● **Assigned task**
Which lines of the data contain the string "SandboxBackend"? Show each of them.

(Saved entries)

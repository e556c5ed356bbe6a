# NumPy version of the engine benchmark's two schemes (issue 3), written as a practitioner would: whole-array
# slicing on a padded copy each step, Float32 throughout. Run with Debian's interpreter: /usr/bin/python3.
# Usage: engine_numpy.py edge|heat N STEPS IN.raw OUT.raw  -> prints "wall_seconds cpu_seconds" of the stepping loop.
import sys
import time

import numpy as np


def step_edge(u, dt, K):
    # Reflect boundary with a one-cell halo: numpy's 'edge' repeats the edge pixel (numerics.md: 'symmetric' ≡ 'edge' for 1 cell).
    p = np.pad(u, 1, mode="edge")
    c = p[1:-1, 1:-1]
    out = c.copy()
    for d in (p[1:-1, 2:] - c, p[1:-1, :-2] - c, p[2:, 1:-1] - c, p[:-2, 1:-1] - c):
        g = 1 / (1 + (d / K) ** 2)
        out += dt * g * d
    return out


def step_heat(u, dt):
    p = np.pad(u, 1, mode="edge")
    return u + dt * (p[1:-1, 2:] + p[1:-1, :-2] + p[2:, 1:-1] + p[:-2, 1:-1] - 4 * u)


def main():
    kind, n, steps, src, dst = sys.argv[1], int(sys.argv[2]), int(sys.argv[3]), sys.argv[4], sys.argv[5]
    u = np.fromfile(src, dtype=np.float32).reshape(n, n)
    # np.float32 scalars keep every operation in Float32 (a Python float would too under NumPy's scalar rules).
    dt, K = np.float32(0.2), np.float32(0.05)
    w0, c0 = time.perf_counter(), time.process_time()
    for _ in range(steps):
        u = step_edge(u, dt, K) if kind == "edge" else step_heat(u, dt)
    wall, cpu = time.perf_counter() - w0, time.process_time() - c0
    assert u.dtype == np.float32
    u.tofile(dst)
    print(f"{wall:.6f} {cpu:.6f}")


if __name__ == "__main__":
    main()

* * *

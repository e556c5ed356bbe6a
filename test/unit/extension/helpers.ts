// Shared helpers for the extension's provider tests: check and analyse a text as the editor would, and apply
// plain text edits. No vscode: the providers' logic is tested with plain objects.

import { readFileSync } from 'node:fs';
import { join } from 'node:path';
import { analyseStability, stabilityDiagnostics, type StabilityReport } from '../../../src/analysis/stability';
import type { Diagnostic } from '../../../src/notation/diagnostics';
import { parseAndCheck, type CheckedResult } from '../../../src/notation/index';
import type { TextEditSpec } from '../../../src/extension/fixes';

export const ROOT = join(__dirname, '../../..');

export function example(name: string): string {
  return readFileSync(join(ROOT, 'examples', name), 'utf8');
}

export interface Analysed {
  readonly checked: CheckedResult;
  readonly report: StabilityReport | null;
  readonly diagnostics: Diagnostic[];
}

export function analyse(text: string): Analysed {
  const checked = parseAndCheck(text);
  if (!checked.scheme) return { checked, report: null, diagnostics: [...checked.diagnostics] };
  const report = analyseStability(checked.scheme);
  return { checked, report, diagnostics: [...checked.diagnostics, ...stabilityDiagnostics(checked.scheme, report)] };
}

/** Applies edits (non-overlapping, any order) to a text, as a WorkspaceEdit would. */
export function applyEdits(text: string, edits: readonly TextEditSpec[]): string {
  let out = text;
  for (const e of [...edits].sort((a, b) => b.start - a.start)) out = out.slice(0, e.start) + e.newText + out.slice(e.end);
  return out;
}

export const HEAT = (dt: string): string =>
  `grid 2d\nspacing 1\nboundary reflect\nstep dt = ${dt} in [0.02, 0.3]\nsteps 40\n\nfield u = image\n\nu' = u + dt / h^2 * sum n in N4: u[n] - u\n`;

--

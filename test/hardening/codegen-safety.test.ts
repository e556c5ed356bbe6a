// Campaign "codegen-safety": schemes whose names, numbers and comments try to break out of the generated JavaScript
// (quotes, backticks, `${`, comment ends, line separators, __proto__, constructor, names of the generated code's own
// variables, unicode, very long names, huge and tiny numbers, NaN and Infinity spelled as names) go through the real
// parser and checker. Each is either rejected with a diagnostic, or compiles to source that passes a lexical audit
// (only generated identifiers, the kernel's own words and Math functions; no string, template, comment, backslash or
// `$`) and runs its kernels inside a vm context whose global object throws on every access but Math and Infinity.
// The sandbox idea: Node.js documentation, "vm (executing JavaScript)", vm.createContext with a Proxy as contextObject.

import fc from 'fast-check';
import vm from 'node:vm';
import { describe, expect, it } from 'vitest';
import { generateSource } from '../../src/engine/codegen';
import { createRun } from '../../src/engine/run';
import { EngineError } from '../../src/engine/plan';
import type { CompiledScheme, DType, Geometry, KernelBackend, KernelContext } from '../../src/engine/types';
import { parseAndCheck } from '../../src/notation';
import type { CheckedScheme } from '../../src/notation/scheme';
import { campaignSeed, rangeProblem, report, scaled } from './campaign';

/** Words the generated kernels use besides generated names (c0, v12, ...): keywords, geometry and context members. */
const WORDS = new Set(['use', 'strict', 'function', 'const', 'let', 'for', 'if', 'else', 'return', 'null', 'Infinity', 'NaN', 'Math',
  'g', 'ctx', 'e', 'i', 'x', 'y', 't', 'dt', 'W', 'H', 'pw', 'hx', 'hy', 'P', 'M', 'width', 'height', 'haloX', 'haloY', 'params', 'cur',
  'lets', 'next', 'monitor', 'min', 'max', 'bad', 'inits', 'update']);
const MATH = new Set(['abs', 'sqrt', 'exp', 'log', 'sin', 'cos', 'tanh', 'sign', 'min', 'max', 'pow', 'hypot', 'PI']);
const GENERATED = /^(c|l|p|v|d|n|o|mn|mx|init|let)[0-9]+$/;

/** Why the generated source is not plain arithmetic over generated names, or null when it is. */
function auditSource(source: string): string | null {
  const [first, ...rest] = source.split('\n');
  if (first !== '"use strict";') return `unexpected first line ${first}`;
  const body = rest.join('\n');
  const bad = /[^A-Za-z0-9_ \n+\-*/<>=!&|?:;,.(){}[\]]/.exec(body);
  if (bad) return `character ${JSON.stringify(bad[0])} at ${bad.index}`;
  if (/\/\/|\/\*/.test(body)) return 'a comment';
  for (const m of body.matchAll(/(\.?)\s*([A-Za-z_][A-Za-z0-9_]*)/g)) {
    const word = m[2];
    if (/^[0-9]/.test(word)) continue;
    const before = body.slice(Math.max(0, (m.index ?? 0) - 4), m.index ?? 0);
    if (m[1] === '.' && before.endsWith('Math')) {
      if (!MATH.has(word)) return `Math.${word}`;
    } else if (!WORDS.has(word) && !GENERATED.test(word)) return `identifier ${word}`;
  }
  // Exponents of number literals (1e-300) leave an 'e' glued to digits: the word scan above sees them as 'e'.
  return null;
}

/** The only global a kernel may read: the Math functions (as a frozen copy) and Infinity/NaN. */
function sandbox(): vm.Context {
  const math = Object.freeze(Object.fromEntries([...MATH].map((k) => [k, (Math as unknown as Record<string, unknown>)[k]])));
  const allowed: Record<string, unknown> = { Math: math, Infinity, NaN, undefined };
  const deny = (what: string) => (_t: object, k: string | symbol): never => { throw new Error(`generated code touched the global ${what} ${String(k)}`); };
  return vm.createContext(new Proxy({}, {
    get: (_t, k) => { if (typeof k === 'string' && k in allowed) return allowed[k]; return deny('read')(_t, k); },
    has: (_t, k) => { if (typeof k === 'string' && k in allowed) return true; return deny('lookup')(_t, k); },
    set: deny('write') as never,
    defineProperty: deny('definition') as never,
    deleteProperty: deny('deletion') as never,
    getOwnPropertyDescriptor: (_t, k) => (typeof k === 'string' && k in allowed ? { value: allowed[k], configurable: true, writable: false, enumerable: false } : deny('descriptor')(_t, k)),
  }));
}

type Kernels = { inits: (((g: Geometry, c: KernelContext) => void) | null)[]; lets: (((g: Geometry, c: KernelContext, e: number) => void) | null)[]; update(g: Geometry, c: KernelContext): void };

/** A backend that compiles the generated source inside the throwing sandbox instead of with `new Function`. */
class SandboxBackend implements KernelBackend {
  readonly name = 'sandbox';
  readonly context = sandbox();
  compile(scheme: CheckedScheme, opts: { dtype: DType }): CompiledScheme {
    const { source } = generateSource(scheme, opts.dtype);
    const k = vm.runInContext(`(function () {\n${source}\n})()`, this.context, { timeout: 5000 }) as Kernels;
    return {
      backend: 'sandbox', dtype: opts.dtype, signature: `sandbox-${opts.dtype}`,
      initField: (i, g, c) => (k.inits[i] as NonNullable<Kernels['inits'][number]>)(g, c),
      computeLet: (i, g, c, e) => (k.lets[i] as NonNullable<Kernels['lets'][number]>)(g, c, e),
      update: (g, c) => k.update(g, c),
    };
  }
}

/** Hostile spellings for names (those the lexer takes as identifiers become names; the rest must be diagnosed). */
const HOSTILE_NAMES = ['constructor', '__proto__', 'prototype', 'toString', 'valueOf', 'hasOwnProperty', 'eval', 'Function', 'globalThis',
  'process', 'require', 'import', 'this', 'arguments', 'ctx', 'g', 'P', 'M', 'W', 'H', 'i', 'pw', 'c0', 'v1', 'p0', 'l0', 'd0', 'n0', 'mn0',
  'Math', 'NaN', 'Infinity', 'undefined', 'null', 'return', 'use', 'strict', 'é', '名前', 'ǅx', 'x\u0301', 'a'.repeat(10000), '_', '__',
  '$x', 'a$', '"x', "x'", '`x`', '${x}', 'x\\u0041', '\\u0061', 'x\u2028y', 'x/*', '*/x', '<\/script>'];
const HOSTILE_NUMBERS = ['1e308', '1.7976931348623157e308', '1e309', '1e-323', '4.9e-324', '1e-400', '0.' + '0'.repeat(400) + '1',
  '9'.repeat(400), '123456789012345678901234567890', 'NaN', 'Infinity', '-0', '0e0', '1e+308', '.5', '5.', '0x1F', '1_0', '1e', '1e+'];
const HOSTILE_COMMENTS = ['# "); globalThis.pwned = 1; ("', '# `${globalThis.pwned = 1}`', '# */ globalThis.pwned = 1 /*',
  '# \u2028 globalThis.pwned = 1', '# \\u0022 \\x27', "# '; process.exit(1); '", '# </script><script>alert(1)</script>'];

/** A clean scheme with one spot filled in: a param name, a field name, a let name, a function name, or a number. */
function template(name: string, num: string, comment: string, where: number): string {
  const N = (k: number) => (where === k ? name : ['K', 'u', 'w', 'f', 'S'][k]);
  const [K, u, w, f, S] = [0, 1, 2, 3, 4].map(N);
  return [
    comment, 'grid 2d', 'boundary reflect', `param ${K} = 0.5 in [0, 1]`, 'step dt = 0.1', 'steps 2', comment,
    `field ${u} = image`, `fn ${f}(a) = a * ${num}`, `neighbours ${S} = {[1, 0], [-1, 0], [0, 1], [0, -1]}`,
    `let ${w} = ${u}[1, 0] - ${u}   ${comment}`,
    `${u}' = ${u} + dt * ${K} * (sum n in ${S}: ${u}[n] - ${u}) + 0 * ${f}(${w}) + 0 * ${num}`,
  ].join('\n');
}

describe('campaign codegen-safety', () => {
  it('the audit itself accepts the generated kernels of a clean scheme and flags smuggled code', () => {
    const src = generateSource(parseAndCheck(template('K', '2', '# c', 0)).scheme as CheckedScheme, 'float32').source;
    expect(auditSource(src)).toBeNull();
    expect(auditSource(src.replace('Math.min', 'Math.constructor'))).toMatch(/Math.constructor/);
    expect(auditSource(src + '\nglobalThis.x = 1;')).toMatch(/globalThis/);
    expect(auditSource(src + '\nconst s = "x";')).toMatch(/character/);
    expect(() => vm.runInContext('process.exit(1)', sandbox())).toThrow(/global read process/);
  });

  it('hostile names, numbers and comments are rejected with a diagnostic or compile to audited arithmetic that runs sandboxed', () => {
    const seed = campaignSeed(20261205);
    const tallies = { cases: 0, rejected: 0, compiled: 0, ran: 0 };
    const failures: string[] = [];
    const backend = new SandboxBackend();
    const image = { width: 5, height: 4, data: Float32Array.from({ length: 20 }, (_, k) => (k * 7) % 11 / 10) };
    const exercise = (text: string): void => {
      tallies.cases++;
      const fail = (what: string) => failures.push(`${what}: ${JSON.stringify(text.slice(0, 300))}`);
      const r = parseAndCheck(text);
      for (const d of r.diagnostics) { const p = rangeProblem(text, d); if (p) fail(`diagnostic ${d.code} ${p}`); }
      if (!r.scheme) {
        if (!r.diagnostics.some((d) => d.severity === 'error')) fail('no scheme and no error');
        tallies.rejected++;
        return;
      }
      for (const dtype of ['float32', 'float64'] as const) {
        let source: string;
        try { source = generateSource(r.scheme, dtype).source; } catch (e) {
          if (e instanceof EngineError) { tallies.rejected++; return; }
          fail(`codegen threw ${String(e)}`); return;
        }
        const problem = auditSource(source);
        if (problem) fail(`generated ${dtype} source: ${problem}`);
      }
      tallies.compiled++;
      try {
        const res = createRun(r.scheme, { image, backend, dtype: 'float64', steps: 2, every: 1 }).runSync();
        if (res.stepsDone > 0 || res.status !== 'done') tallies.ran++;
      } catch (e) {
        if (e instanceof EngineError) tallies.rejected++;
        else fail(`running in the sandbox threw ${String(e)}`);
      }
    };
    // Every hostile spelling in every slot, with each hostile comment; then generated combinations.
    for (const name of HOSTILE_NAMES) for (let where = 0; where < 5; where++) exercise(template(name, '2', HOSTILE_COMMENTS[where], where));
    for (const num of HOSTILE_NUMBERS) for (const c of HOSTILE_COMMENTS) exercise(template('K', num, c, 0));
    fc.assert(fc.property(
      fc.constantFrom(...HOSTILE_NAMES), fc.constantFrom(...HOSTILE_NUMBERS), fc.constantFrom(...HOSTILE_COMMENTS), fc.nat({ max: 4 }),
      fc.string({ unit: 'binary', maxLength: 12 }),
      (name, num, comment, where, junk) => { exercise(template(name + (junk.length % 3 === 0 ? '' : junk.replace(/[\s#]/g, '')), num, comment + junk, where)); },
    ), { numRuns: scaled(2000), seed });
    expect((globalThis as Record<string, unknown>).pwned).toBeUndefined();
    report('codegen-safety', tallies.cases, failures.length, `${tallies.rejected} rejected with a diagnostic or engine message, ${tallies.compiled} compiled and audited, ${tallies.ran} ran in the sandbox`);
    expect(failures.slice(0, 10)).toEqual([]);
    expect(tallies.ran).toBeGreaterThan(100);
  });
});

● **Answer space**
class SandboxBackend implements KernelBackend {
    const backend = new SandboxBackend();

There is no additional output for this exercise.